I'm thinking the same thing too..... but what if the other spouse moves on. Starts to see other people. 

I know that doesn't close the door to R but does put a huge barrier in thinking that you could get back together.

My wife knows how committed I am to her, I have been offered affairs and never took it. 

If she found out I was dating I really don't know what her response would be? It could be justification that I just didn't care as much as I said or have given up on the process.

I up in the air over that.

For me to date someone very special would have to come into my life for me to forget the love ( well not right now) of my wife.


----------



## Mavash. (Jan 26, 2012)

I agree if you want to reconcile don't date. If you don't then its really a personal choice at that point.

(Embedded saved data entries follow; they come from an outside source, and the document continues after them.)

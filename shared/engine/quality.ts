/**
 * Quality rank (engine.md section 3): r(A) = (F_max - total(A)) / (F_max - F_min), where
 * F_max is the worst single-starter total and F_min = n - c is the cover bound (c = cover size;
 * for k >= c the bound is n - k). Both carry the laziness factor 1 / (1 - a). Clamped to [0, 1].
 */
export function coverBound(n: number, k: number, scale = 1): number {
  return (n - k) * scale;
}

export function qualityRank(total: number, worst: number, n: number, k: number, coverSize: number, scale = 1): number {
  const best = coverBound(n, Math.max(k, coverSize), scale);
  if (!Number.isFinite(total)) return 0;
  if (!(worst - best > 0)) return 1;
  const r = (worst - total) / (worst - best);
  return Math.min(1, Math.max(0, r));
}

/**
 * Share of the possible saving over the best single starter achieved by a plan:
 * (single - total) / (single - lowerBound), clamped to [0, 1]. 1 means the plan is proven best
 * of its size; a plan far from its proven bound reads lower. The quality rank above measures
 * against the worst single starter, so every reasonable plan of a given size reads close to 1
 * there; this figure spreads them out (0 = no better than one well-chosen person).
 */
export function gainShare(total: number, lowerBound: number, single: number | undefined): number {
  if (single === undefined || !Number.isFinite(total)) return 0;
  if (!(single - lowerBound > 0)) return 1;
  return Math.min(1, Math.max(0, (single - total) / (single - lowerBound)));
}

Just be wary of state laws in terms of divorce. Where I live if you date while still married it's adultery even if separated.


----------



## Dadwithtwolittlegirls (Jul 23, 2012)

What if the other moves on to date?


----------



## ImStillHere (Apr 25, 2012)

Sadwithtwolittlegirls said:


> What if the other moves on to date?


That's his/her choice. 

But your choice comes down to whether or not YOU want to respect your marriage, your vows, and your own personal and/or spiritual boundaries. That is the real question. And, I don't think you would even be asking your original question if stepping over one of these boundaries didn't bother you. 

If you have no guilt, remorse, apprehension, or doubt about dating others, then why should it be a problem?


----------



## lonleyinlasvegas (Jul 3, 2012)

I already told her that if she had a PA, I will file for divorce in seconds. I may have to eat those words....

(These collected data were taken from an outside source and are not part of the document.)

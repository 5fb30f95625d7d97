/**
 * Vertex cover of the room: a set A such that every non-starter asks only starters, so each
 * non-starter hears in exactly one hop and total(A) = n - |A| (engine.md identity 6).
 * People who ask nobody (or only themselves) must be in it. Heuristics: maximal matching
 * (Gavril's 2-approximation, Garey & Johnson 1979) and max-degree greedy, each followed by
 * pruning of redundant people; O(m log n). Exact branch and bound (branch on a person of
 * largest degree: take it, or take all its neighbours) for rooms up to `exactLimit` people.
 */
import { prepareRoom, type RoomInput } from './room';

export interface CoverResult {
  readonly size: number;
  /** Cover members in input order. */
  readonly cover: number[];
  /** True when the size is proven minimal. */
  readonly exact: boolean;
}

export interface CoverOptions {
  /** Largest room solved exactly (default 60 people with ties). */
  readonly exactLimit?: number;
  /** Node budget for the exact search (default 2e6). */
  readonly nodeLimit?: number;
}

export function vertexCover(input: RoomInput, options: CoverOptions = {}): CoverResult {
  const { n, csr } = prepareRoom(input);
  const { forced, adj } = coverGraph(n, csr.rowStart, csr.col);
  const inCover = (order: number[]): Uint8Array => {
    const c = Uint8Array.from(forced);
    for (const v of order) c[v] = 1;
    return c;
  };
  let best = pruneCover(inCover(matchingOrder(adj)), forced, adj);
  const greedy = pruneCover(inCover(maxDegreeOrder(adj)), forced, adj);
  if (countMembers(greedy) < countMembers(best)) best = greedy;
  let exact = adj.every((a) => a.length === 0);
  const active = adj.map((a, i) => (a.length > 0 ? i : -1)).filter((i) => i >= 0);
  if (!exact && active.length <= (options.exactLimit ?? 60)) {
    const r = exactCover(adj, active, countMembers(best) - countMembers(forced), options.nodeLimit ?? 2e6);
    if (r.cover) best = inCover(r.cover);
    exact = r.complete;
  }
  const cover: number[] = [];
  for (let i = 0; i < n; i++) if (best[i]) cover.push(i);
  return { size: cover.length, cover, exact };
}

/**
 * The people who must be in every cover (they ask nobody, or themselves) and, for the rest,
 * the ties still to cover as sorted neighbour lists (ties with a forced end are covered already).
 */
function coverGraph(n: number, rowStart: Int32Array, col: Int32Array): { forced: Uint8Array; adj: number[][] } {
  const forced = new Uint8Array(n);
  const nbr: Set<number>[] = Array.from({ length: n }, () => new Set());
  for (let i = 0; i < n; i++) {
    if (rowStart[i + 1] === rowStart[i]) forced[i] = 1;
    for (let e = rowStart[i]; e < rowStart[i + 1]; e++) {
      const j = col[e];
      if (j === i) forced[i] = 1;
      else {
        nbr[i].add(j);
        nbr[j].add(i);
      }
    }
  }
  const adj: number[][] = Array.from({ length: n }, (_, i) =>
    forced[i] ? [] : [...nbr[i]].filter((j) => !forced[j]).sort((a, b) => a - b),
  );
  return { forced, adj };
}

function countMembers(c: Uint8Array): number {
  return c.reduce((s, x) => s + x, 0);
}

/** Drops members whose neighbours are all members, fewest ties first. Changes `c` in place. */
function pruneCover(c: Uint8Array, forced: Uint8Array, adj: number[][]): Uint8Array {
  const order = Array.from({ length: adj.length }, (_, i) => i)
    .filter((i) => c[i] && !forced[i])
    .sort((a, b) => adj[a].length - adj[b].length || a - b);
  for (const v of order) if (adj[v].every((u) => c[u])) c[v] = 0;
  return c;
}

/** Both ends of a maximal matching, taken in person order. */
function matchingOrder(adj: number[][]): number[] {
  const matched: number[] = [];
  const used = new Uint8Array(adj.length);
  for (let i = 0; i < adj.length; i++) {
    if (used[i]) continue;
    for (const j of adj[i])
      if (!used[j]) {
        used[i] = used[j] = 1;
        matched.push(i, j);
        break;
      }
  }
  return matched;
}

/** Max-degree greedy with a lazy max-heap (stale entries skipped): O(m log n). */
function maxDegreeOrder(adj: number[][]): number[] {
  const n = adj.length;
  const deg = adj.map((a) => a.length);
  const chosen: number[] = [];
  const covered = new Uint8Array(n);
  const heap = new MaxHeap();
  for (let i = 0; i < n; i++) if (deg[i] > 0) heap.push(deg[i], i);
  while (heap.size > 0) {
    const [d, v] = heap.pop();
    if (covered[v] || d !== deg[v] || d === 0) continue;
    chosen.push(v);
    covered[v] = 1;
    for (const u of adj[v]) {
      if (covered[u]) continue;
      deg[u]--;
      if (deg[u] > 0) heap.push(deg[u], u);
    }
    deg[v] = 0;
  }
  return chosen;
}

function exactCover(adj: number[][], active: number[], upper: number, nodeLimit: number): { cover: number[] | null; complete: boolean } {
  const search = new CoverSearch(adj, active, upper, nodeLimit);
  search.run();
  return { cover: search.bestSet, complete: search.complete };
}

/** The branch and bound of `exactCover`: the people taken so far, with their degrees kept current. */
class CoverSearch {
  private readonly removed: Uint8Array;
  private readonly deg: number[];
  private readonly cur: number[] = [];
  private best: number;
  private nodes = 0;
  bestSet: number[] | null = null;
  complete = true;

  constructor(
    private readonly adj: number[][],
    private readonly active: number[],
    upper: number,
    private readonly nodeLimit: number,
  ) {
    this.removed = new Uint8Array(adj.length);
    this.deg = adj.map((a) => a.length);
    this.best = upper;
  }

  run(): void {
    if (++this.nodes > this.nodeLimit) {
      this.complete = false;
      return;
    }
    const { v, edges } = this.branchPerson();
    if (v < 0) {
      if (this.cur.length < this.best) {
        this.best = this.cur.length;
        this.bestSet = [...this.cur];
      }
      return;
    }
    if (this.cur.length + Math.ceil(edges / this.deg[v]) >= this.best) return;
    this.takePerson(v);
    if (!this.complete) return;
    this.takeNeighbours(v);
  }

  /** The uncovered person of largest degree (-1 when every tie is covered) and the ties left. */
  private branchPerson(): { v: number; edges: number } {
    let v = -1;
    let edges = 0;
    for (const i of this.active)
      if (!this.removed[i] && this.deg[i] > 0) {
        edges += this.deg[i];
        if (v < 0 || this.deg[i] > this.deg[v]) v = i;
      }
    return { v, edges: edges / 2 };
  }

  private takePerson(v: number): void {
    const undo: number[] = [];
    this.take(v, undo);
    this.cur.push(v);
    this.run();
    this.cur.pop();
    this.restore(undo);
  }

  private takeNeighbours(v: number): void {
    const undo: number[] = [];
    const ns = this.adj[v].filter((u) => !this.removed[u]);
    for (const u of ns) {
      this.take(u, undo);
      this.cur.push(u);
    }
    if (this.cur.length < this.best) this.run();
    for (let q = 0; q < ns.length; q++) this.cur.pop();
    this.restore(undo);
  }

  private take(v: number, undo: number[]): void {
    this.removed[v] = 1;
    undo.push(v);
    for (const u of this.adj[v]) if (!this.removed[u]) this.deg[u]--;
  }

  private restore(undo: number[]): void {
    for (let q = undo.length - 1; q >= 0; q--) {
      const v = undo[q];
      this.removed[v] = 0;
      for (const u of this.adj[v]) if (!this.removed[u]) this.deg[u]++;
    }
  }
}

/** Binary max-heap of (key, person); ties pop the earlier person first. */
class MaxHeap {
  private keys: number[] = [];
  private vals: number[] = [];
  get size(): number {
    return this.keys.length;
  }
  private above(a: number, b: number): boolean {
    return this.keys[a] > this.keys[b] || (this.keys[a] === this.keys[b] && this.vals[a] < this.vals[b]);
  }
  private swap(a: number, b: number): void {
    [this.keys[a], this.keys[b]] = [this.keys[b], this.keys[a]];
    [this.vals[a], this.vals[b]] = [this.vals[b], this.vals[a]];
  }
  push(key: number, val: number): void {
    this.keys.push(key);
    this.vals.push(val);
    let i = this.keys.length - 1;
    while (i > 0) {
      const p = (i - 1) >> 1;
      if (!this.above(i, p)) break;
      this.swap(i, p);
      i = p;
    }
  }
  pop(): [number, number] {
    const top: [number, number] = [this.keys[0], this.vals[0]];
    const lastK = this.keys.pop()!;
    const lastV = this.vals.pop()!;
    if (this.keys.length > 0) {
      this.keys[0] = lastK;
      this.vals[0] = lastV;
      let i = 0;
      for (;;) {
        const l = 2 * i + 1;
        const r = l + 1;
        let m = i;
        if (l < this.keys.length && this.above(l, m)) m = l;
        if (r < this.keys.length && this.above(r, m)) m = r;
        if (m === i) break;
        this.swap(i, m);
        i = m;
      }
    }
    return top;
  }
}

I guess you are right, if there is the slightest chance of reconciliation, I should not be dating. Especially since she is so jealous.


----------



## Dadwithtwolittlegirls (Jul 23, 2012)

I know mine is... even if I just went out for the night to a club and she found out would eat her alive (at least that's what she used to say).

Maybe we both need a night out Lonley.. LOL


----------



## lifeisnotsogood (Jun 11, 2012)

Separation is really just a "Hall Pass" for the person that is messing up. It makes them feel like they are no longer having an affair.


----------



## ImStillHere (Apr 25, 2012)

lifeisnotsogood said:


> Separation is really just a "Hall Pass" for the person that is messing up. It makes them feel like they are no longer having an affair.


So true. My STBXH told me, after we first separated, that he wasn't hiding anything (his affair) anymore. Still not true. He continues to hide. From everyone. Every day.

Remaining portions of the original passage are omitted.